Items listed in a dataset
//! Pictures of language values: the bridge from fields (with coordinates
//! and metadata) to the renderers' plain-array specs.

use ndarray::{ArrayView2, Axis};

use crate::grid::{Field, VectorField};
use crate::mime::MimeBundle;
use crate::render::colour::Levels;
use crate::render::map::{ContourLayer, MapSpec, ShadedLayer, VectorLayer};
use crate::render::{FigureSize, RenderError};

/// The first horizontal slice of a field, and a note of which it is.
fn first_slice(f: &Field) -> (ArrayView2<'_, f32>, String) {
    let slice = f.data.index_axis(Axis(0), 0).index_axis_move(Axis(0), 0);
    let mut note = Vec::new();
    if let Some(t) = &f.times {
        let labels = t.labels();
        note.push(if labels.len() > 1 { format!("{} (first of {} times)", labels[0], labels.len()) } else { labels[0].clone() });
    }
    if let Some(l) = &f.levels {
        note.push(if l.len() > 1 { format!("{} hPa (first of {} levels)", l[0] / 100.0, l.len()) } else { format!("{} hPa", l[0] / 100.0) });
    }
    for (k, v) in &f.attributes {
        if k == "pressure_level" {
            note.push(v.clone());
        }
    }
    (slice, note.join(", "))
}

/// The contour interval the trade uses for a field, where there is one:
/// thickness every 60 m, geopotential height every 60 m (common practice).
fn habitual_interval(f: &Field) -> Option<f64> {
    let length = crate::units::Unit::parse(&f.units).map(|u| u.dimension() == crate::units::Dimension::LENGTH).unwrap_or(false);
    (length && (f.name.starts_with("thickness") || f.standard_name.as_deref() == Some("geopotential_height"))).then_some(60.0)
}

/// A map of a scalar field: shaded, with labelled contour lines, and
/// optional vectors on top.
pub fn field_map_with(f: &Field, vectors: Option<&VectorField>, size: &FigureSize) -> Result<MimeBundle, RenderError> {
    let (values, note) = first_slice(f);
    let mut spec = MapSpec::new(format!("{} ({})", f.long_name, f.units), &f.grid.latitudes, &f.grid.longitudes).subtitle(note);
    let shaded = ShadedLayer::new(values, f.name.clone(), f.units.clone());
    spec = spec.shaded(shaded);
    let mut lines = ContourLayer::new(values, f.name.clone(), f.units.clone());
    if let Some(interval) = habitual_interval(f) {
        lines = lines.every(interval);
    } else {
        lines = lines.levels(Levels::Auto);
    }
    spec = spec.contour_lines(lines);
    let vector_slices;
    if let Some(w) = vectors {
        vector_slices = (first_slice(&w.eastward).0, first_slice(&w.northward).0);
        spec = spec.vectors(VectorLayer::arrows(vector_slices.0, vector_slices.1, w.eastward.long_name.replace("eastward ", "")));
    }
    spec = spec.caption("Baroc: an analysis tool, not a warning service.");
    crate::render::map::render_map(&spec, size)
}

/// A map of a scalar field with the default size; None if it cannot be
/// drawn (a single point, all values missing).
pub fn field_map(f: &Field, vectors: Option<&VectorField>) -> Option<MimeBundle> {
    field_map_with(f, vectors, &FigureSize::default()).ok()
}

/// A map of a vector field: speed shaded, barbs for winds, arrows for other
/// vectors (gradients, shears).
pub fn vector_map_with(w: &VectorField, size: &FigureSize) -> Result<MimeBundle, RenderError> {
    let speed = w.speed();
    let (values, note) = first_slice(&speed);
    let (u, _) = first_slice(&w.eastward);
    let (v, _) = first_slice(&w.northward);
    let name = w.eastward.long_name.replace("eastward ", "");
    let is_speed = crate::units::Unit::parse(&w.eastward.units).map(|u| u.dimension() == crate::units::Dimension::VELOCITY).unwrap_or(false);
    let layer = if is_speed { VectorLayer::barbs(u, v, name.clone()) } else { VectorLayer::arrows(u, v, name.clone()) };
    let spec = MapSpec::new(format!("{name} ({})", w.eastward.units), &w.eastward.grid.latitudes, &w.eastward.grid.longitudes)
        .subtitle(note)
        .shaded(ShadedLayer::new(values, format!("speed of {name}"), w.eastward.units.clone()))
        .vectors(layer)
        .caption("Baroc: an analysis tool, not a warning service.");
    crate::render::map::render_map(&spec, size)
}

pub fn vector_map(w: &VectorField) -> Option<MimeBundle> {
    vector_map_with(w, &FigureSize::default()).ok()
}
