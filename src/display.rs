//! Turning language values into MIME bundles: plain text always, HTML
//! tables for tabular values, and pictures (through `render`) for fields.

use crate::grid::{Field, Statistics, VectorField};
use crate::lang::value::{Series, Value};
use crate::mime::MimeBundle;
use crate::render::table::{Cell, Column, TableSpec};

fn trim(x: f64) -> String {
    if !x.is_finite() {
        return "missing".into();
    }
    let magnitude = x.abs();
    if magnitude != 0.0 && !(1e-3..1e6).contains(&magnitude) {
        format!("{x:.4e}")
    } else {
        let s = format!("{x:.4}");
        s.trim_end_matches('0').trim_end_matches('.').to_string()
    }
}

/// A one-paragraph description of a field: name, long name, units,
/// dimensions, coordinate ranges and statistics of the valid values.
pub fn describe_field(f: &Field) -> String {
    let Statistics { minimum, maximum, mean, valid, missing } = f.statistics();
    let dims: Vec<String> = f.dimensions().iter().map(|(n, l)| format!("{n} {l}")).collect();
    let units = crate::units::spelling(&f.units);
    let mut out = format!("{} [{units}]: {}\n  dimensions: {}\n  grid: {}\n", f.name, f.long_name, dims.join(", "), f.grid.describe());
    if let Some(levels) = &f.levels {
        out.push_str(&format!("  levels (hPa): {}\n", levels.iter().map(|p| trim(p / 100.0)).collect::<Vec<_>>().join(", ")));
    }
    for (k, v) in &f.attributes {
        if k == "pressure_level" || k == "layer" {
            out.push_str(&format!("  {}: {v}\n", k.replace('_', " ")));
        }
    }
    if let Some(t) = &f.times {
        let labels = t.labels();
        out.push_str(&format!("  times: {} ({} step{})\n", if labels.len() == 1 { labels[0].clone() } else { format!("{} to {}", labels[0], labels[labels.len() - 1]) }, labels.len(), if labels.len() == 1 { "" } else { "s" }));
    }
    out.push_str(&format!("  minimum {}  mean {}  maximum {} {units}  ({} valid, {} missing)", trim(minimum), trim(mean), trim(maximum), valid, missing));
    out
}

fn describe_vector(w: &VectorField) -> String {
    let speed = w.speed();
    let s = speed.statistics();
    let units = crate::units::spelling(&w.eastward.units);
    format!(
        "{} and {} [{units}]\n  {}\n  speed: mean {} maximum {} {units}",
        w.eastward.name,
        w.northward.name,
        w.eastward.long_name.replace("eastward ", ""),
        trim(s.mean),
        trim(s.maximum),
    )
}

/// The renderers' table of a series: a first column of row labels, then
/// one column per quantity with its unit in the header.
pub fn series_table(series: &Series) -> TableSpec {
    let mut columns = vec![Column::new("time / level", "")];
    for c in &series.columns {
        let (name, units) = match c.rsplit_once(" (") {
            Some((n, u)) => (n.to_string(), u.trim_end_matches(')').to_string()),
            None => (c.clone(), String::new()),
        };
        columns.push(Column::new(name, crate::units::spelling(&units)));
    }
    let mut table = TableSpec::new(series.title.clone(), columns);
    for (label, row) in series.labels.iter().zip(&series.rows) {
        let mut cells = vec![Cell::Text(label.clone())];
        cells.extend(row.iter().map(|&v| if v.is_finite() { Cell::Number(v) } else { Cell::Missing }));
        table.push_row(cells);
    }
    table
}

/// Aligned plain-text table of a series.
pub fn series_text(series: &Series) -> String {
    series_table(series).to_text()
}

/// The bundle of a value. Fields get a picture when the renderers can draw
/// one; everything has text/plain.
pub fn bundle(value: &Value) -> MimeBundle {
    bundle_from(value, None)
}

/// The bundle of a value from a dataset: maps of fields get coastlines from
/// its land-sea mask when it has one.
pub fn bundle_from(value: &Value, dataset: Option<&crate::io::Dataset>) -> MimeBundle {
    match value {
        Value::Series(s) => series_table(s).to_bundle().unwrap_or_else(|_| MimeBundle::plain(series_text(s))),
        Value::Figure(request) => crate::figures::draw(request).unwrap_or_else(|d| MimeBundle::plain(format!("the {} could not be drawn: {}", request.operator, d.message))),
        Value::Report(request) => MimeBundle::plain(format!("a report to write to {} (written when a session or run carries it out)", request.path.display())),
        Value::Scalar(f) => {
            let mut b = crate::figures::field_map_on(f, None, &crate::render::FigureSize::default(), dataset, &Default::default()).unwrap_or_default();
            b.insert_text("text/plain", describe_field(f));
            b
        }
        Value::Vector(w) => {
            let mut b = crate::figures::vector_map_on(w, &crate::render::FigureSize::default(), dataset, &Default::default()).unwrap_or_default();
            b.insert_text("text/plain", describe_vector(w));
            b
        }
        Value::Record(r) => {
            let mut text = format!("{}\n", r.title);
            for (name, v) in &r.entries {
                text.push_str(&format!("{name}: {}\n", bundle_from(v, dataset).plain_text()));
            }
            MimeBundle::plain(text)
        }
        other => MimeBundle::plain(plain(other)),
    }
}

/// The bundle of a value a front end shows: figures drawn, with an error
/// (pointing at the call or the option) if one cannot be.
pub fn present(value: &Value, dataset: Option<&crate::io::Dataset>) -> Result<MimeBundle, crate::lang::Diagnostic> {
    match value {
        Value::Figure(request) => crate::figures::draw(request),
        other => Ok(bundle_from(other, dataset)),
    }
}

/// Plain text of the simple values.
pub fn plain(value: &Value) -> String {
    match value {
        Value::Number { value, unit } => {
            let u = unit.to_string();
            if u.is_empty() || u == "1" { trim(*value) } else { format!("{} {u}", trim(*value)) }
        }
        Value::Bool(b) => b.to_string(),
        Value::Text(t) => t.clone(),
        Value::Angle { degrees, axis } => match axis {
            crate::lang::value::AngleAxis::Latitude => crate::text::format_latitude(*degrees),
            crate::lang::value::AngleAxis::Longitude => crate::text::format_longitude(*degrees),
        },
        Value::Layer(l) => format!("the {} layer", l.label()),
        Value::Point { latitude, longitude } => format!("point {} {}", crate::text::format_latitude(*latitude), crate::text::format_longitude(*longitude)),
        Value::Region(_) | Value::Range(..) => crate::lang::eval::describe_value(value),
        Value::Time(t) => t.to_string(),
        Value::TimeIndex(i) => format!("time step {i}"),
        Value::Data(d) => format!("{} (variable `{}` of the open dataset, not read yet: select a level, layer, region or time, or use it in an expression)", d.written, d.variable),
        Value::Wind(_) => "wind (the dataset's eastward and northward wind, not read yet)".into(),
        Value::Function(f) => f.source.clone(),
        Value::Builtin(name) => format!("built-in operator `{name}`"),
        Value::Dataset(d) => crate::io::describe(d),
        Value::Word(w) => w.clone(),
        Value::Scalar(f) => describe_field(f),
        Value::Vector(w) => describe_vector(w),
        Value::Series(s) => series_text(s),
        Value::Record(_) | Value::Figure(_) | Value::Report(_) => bundle(value).plain_text().to_string(),
    }
}
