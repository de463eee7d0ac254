//! MIME bundles: the one currency between renderers and front ends.
//!
//! Every renderable value becomes a bundle keyed by MIME type. The notebook
//! kernel sends it as `data` of display_data / execute_result, the evcxr hook
//! prints it between its content markers, the CLI and reports pick the entry
//! they can use. Invariant: `text/plain` is always present.

use std::collections::BTreeMap;

/// One entry's payload: text (SVG, HTML, plain, JSON) or binary (PNG).
#[derive(Debug, Clone, PartialEq)]
pub enum MimeData {
    Text(String),
    Binary(Vec<u8>),
}

/// A set of alternative representations of one value.
#[derive(Debug, Clone, Default, PartialEq)]
pub struct MimeBundle {
    pub entries: BTreeMap<String, MimeData>,
}

impl MimeBundle {
    /// A bundle holding only plain text.
    pub fn plain(text: impl Into<String>) -> Self {
        let mut bundle = Self::default();
        bundle.insert_text("text/plain", text);
        bundle
    }

    pub fn insert_text(&mut self, mime: &str, text: impl Into<String>) {
        self.entries.insert(mime.to_string(), MimeData::Text(text.into()));
    }

    pub fn insert_binary(&mut self, mime: &str, bytes: Vec<u8>) {
        self.entries.insert(mime.to_string(), MimeData::Binary(bytes));
    }

    pub fn text(&self, mime: &str) -> Option<&str> {
        match self.entries.get(mime) {
            Some(MimeData::Text(text)) => Some(text),
            _ => None,
        }
    }

    pub fn binary(&self, mime: &str) -> Option<&[u8]> {
        match self.entries.get(mime) {
            Some(MimeData::Binary(bytes)) => Some(bytes),
            _ => None,
        }
    }

    /// The size at which a front end should show the bundle's picture, in
    /// CSS pixels: the SVG's own `width` and `height` (a PNG drawn at a higher
    /// dpi has more device pixels than that), else the PNG's (from its IHDR
    /// chunk: PNG specification, ISO/IEC 15948, section 11.2.2). `None` when
    /// the bundle holds no picture or its size cannot be read.
    pub fn image_size(&self) -> Option<(u32, u32)> {
        if let Some(svg) = self.text("image/svg+xml") {
            let start = svg.find("<svg")?;
            let tag = &svg[start..start + svg[start..].find('>')?];
            let attribute = |name: &str| -> Option<u32> {
                let at = tag.find(&format!(" {name}=\""))? + name.len() + 3;
                let value = &tag[at..at + tag[at..].find('"')?];
                value.trim_end_matches("px").parse::<f64>().ok().filter(|v| v.is_finite() && *v > 0.0).map(|v| v.round() as u32)
            };
            if let (Some(w), Some(h)) = (attribute("width"), attribute("height")) {
                return Some((w, h));
            }
        }
        let png = self.binary("image/png")?;
        if png.len() < 24 || &png[..8] != b"\x89PNG\r\n\x1a\n" || &png[12..16] != b"IHDR" {
            return None;
        }
        let w = u32::from_be_bytes(png[16..20].try_into().ok()?);
        let h = u32::from_be_bytes(png[20..24].try_into().ok()?);
        Some((w, h))
    }

    /// The plain-text form; every bundle has one.
    pub fn plain_text(&self) -> &str {
        self.text("text/plain").unwrap_or("")
    }
}

#[cfg(test)]
mod tests {
    use super::*;

    #[test]
    fn image_size_prefers_the_svg_size_over_png_pixels() {
        let mut bundle = MimeBundle::plain("a map");
        bundle.insert_text("image/svg+xml", "<?xml version=\"1.0\"?>\n<svg width=\"800\" height=\"600\" viewBox=\"0 0 800 600\"></svg>");
        // A PNG signature and IHDR of 1600 x 1200 (PNG specification, 11.2.2).
        let mut png = b"\x89PNG\r\n\x1a\n\0\0\0\x0dIHDR".to_vec();
        png.extend_from_slice(&1600u32.to_be_bytes());
        png.extend_from_slice(&1200u32.to_be_bytes());
        bundle.insert_binary("image/png", png.clone());
        assert_eq!(bundle.image_size(), Some((800, 600)));
        let mut only_png = MimeBundle::plain("a map");
        only_png.insert_binary("image/png", png);
        assert_eq!(only_png.image_size(), Some((1600, 1200)));
        assert_eq!(MimeBundle::plain("text").image_size(), None);
        let mut broken = MimeBundle::plain("x");
        broken.insert_binary("image/png", b"\x89PNG".to_vec());
        assert_eq!(broken.image_size(), None);
    }
}
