//! A thin drawing layer over plotters: device-pixel coordinates as `f64`,
//! sizes given in CSS pixels and multiplied by the scale, rounding and
//! de-duplication of vertices (which keeps the SVG small), filled regions
//! with holes, and text measurement with the embedded font.

use plotters::backend::RGBPixel;
use plotters::coord::Shift;
use plotters::prelude::*;
use plotters::style::text_anchor::{HPos, Pos, VPos};
use plotters::style::FontTransform;

use super::{drawing_error, font, RenderError};

/// A point in device pixels, y downward.
pub(crate) type Pt = (f64, f64);

/// An axis-aligned rectangle in device pixels.
#[derive(Debug, Clone, Copy, PartialEq)]
pub(crate) struct Rect {
    pub left: f64,
    pub top: f64,
    pub right: f64,
    pub bottom: f64,
}

impl Rect {
    pub fn new(left: f64, top: f64, right: f64, bottom: f64) -> Self {
        Rect {
            left,
            top,
            right,
            bottom,
        }
    }
    pub fn width(&self) -> f64 {
        self.right - self.left
    }
    pub fn height(&self) -> f64 {
        self.bottom - self.top
    }
    pub fn contains(&self, p: Pt) -> bool {
        p.0 >= self.left && p.0 <= self.right && p.1 >= self.top && p.1 <= self.bottom
    }
    pub fn overlaps(&self, other: &Rect) -> bool {
        self.left < other.right
            && other.left < self.right
            && self.top < other.bottom
            && other.top < self.bottom
    }
    pub fn inflate(&self, by: f64) -> Rect {
        Rect::new(
            self.left - by,
            self.top - by,
            self.right + by,
            self.bottom + by,
        )
    }
}

/// Where a text's reference point sits on the text box (the full set of
/// nine, though not every figure uses every one).
#[allow(dead_code)]
#[derive(Debug, Clone, Copy, PartialEq)]
pub(crate) enum Anchor {
    TopLeft,
    TopCentre,
    TopRight,
    CentreLeft,
    Centre,
    CentreRight,
    BottomLeft,
    BottomCentre,
    BottomRight,
}

impl Anchor {
    fn pos(self) -> Pos {
        let (h, v) = match self {
            Anchor::TopLeft => (HPos::Left, VPos::Top),
            Anchor::TopCentre => (HPos::Center, VPos::Top),
            Anchor::TopRight => (HPos::Right, VPos::Top),
            Anchor::CentreLeft => (HPos::Left, VPos::Center),
            Anchor::Centre => (HPos::Center, VPos::Center),
            Anchor::CentreRight => (HPos::Right, VPos::Center),
            Anchor::BottomLeft => (HPos::Left, VPos::Bottom),
            Anchor::BottomCentre => (HPos::Center, VPos::Bottom),
            Anchor::BottomRight => (HPos::Right, VPos::Bottom),
        };
        Pos::new(h, v)
    }
}

pub(crate) const BLACK_INK: RGBColor = RGBColor(20, 20, 20);
pub(crate) const GREY_INK: RGBColor = RGBColor(110, 110, 110);
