/// Day number under one rule, counted from 0000-01-01 of that rule.
fn rule_day_number(rule: YearRule, year: i64, month: u8, day: u8) -> i64 {
    let before_month: i64 = match rule {
        YearRule::Fixed(360) => 30 * i64::from(month - 1),
        _ => month_lengths(rule_is_leap(rule, year))[..usize::from(month - 1)]
            .iter()
            .map(|&d| i64::from(d))
            .sum(),
    };
    days_before_year(rule, year) + before_month + i64::from(day) - 1
}

/// The inverse of `rule_day_number`.
fn rule_civil(rule: YearRule, number: i64) -> (i64, u8, u8) {
    // Estimate the year from the mean year length, then correct.
    let mut year = match rule {
        YearRule::Gregorian => (number * 400).div_euclid(146_097),
        YearRule::Julian => (number * 4).div_euclid(1461),
        YearRule::Fixed(length) => number.div_euclid(length),
    };
    while days_before_year(rule, year) > number {
        year -= 1;
    }
    while days_before_year(rule, year + 1) <= number {
        year += 1;
    }
    let mut remaining = number - days_before_year(rule, year);
    let lengths: [u8; 12] = match rule {
        YearRule::Fixed(360) => [30; 12],
        _ => month_lengths(rule_is_leap(rule, year)),
    };
    for (index, &length) in lengths.iter().enumerate() {
        if remaining < i64::from(length) {
            return (year, index as u8 + 1, remaining as u8 + 1);
        }
        remaining -= i64::from(length);
    }
    // Unreachable: `remaining` is below the year's length by construction.
    (year, 12, lengths[11])
}

/// Gregorian day number of 1582-10-15, the first Gregorian date of `standard`.
fn reform_day() -> i64 {
    rule_day_number(YearRule::Gregorian, 1582, 10, 15)
}

/// Added to a Julian day number to continue the Gregorian count: Julian
/// 1582-10-04 is the day before Gregorian 1582-10-15.
fn julian_shift() -> i64 {
    reform_day() - 1 - rule_day_number(YearRule::Julian, 1582, 10, 4)
}

fn in_reform_gap(year: i32, month: u8, day: u8) -> bool {
    year == 1582 && month == 10 && (5..=14).contains(&day)
}

/// Day number of a valid date in `calendar`: consecutive integers for
/// consecutive days. `None` inside the 1582 gap of `standard`.
fn day_number(calendar: Calendar, year: i32, month: u8, day: u8) -> Option<i64> {
    let y = i64::from(year);
    match calendar {
        Calendar::Standard => {
            if in_reform_gap(year, month, day) {
                None
            } else if (year, month, day) >= (1582, 10, 15) {
                Some(rule_day_number(YearRule::Gregorian, y, month, day))
            } else {
                Some(rule_day_number(YearRule::Julian, y, month, day) + julian_shift())
            }
        }
        other => Some(rule_day_number(other.year_rule(), y, month, day)),
    }
}

fn civil_from_day_number(calendar: Calendar, number: i64) -> (i64, u8, u8) {
    match calendar {
        Calendar::Standard => {
            if number >= reform_day() {
                rule_civil(YearRule::Gregorian, number)
            } else {
                rule_civil(YearRule::Julian, number - julian_shift())
            }
        }
        other => rule_civil(other.year_rule(), number),
    }
}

TASK DIRECTIONS
Return each line from the records that includes the word "MapSpec".

EXERCISE RESPONSE
use crate::render::map::{ContourLayer, MapSpec, ShadedLayer, VectorLayer};
    let mut spec = MapSpec::new(format!("{} ({})", f.long_name, f.units), &f.grid.latitudes, &f.grid.longitudes).subtitle(note);
    let spec = MapSpec::new(format!("{name} ({})", w.eastward.units), &w.eastward.grid.latitudes, &w.eastward.grid.longitudes)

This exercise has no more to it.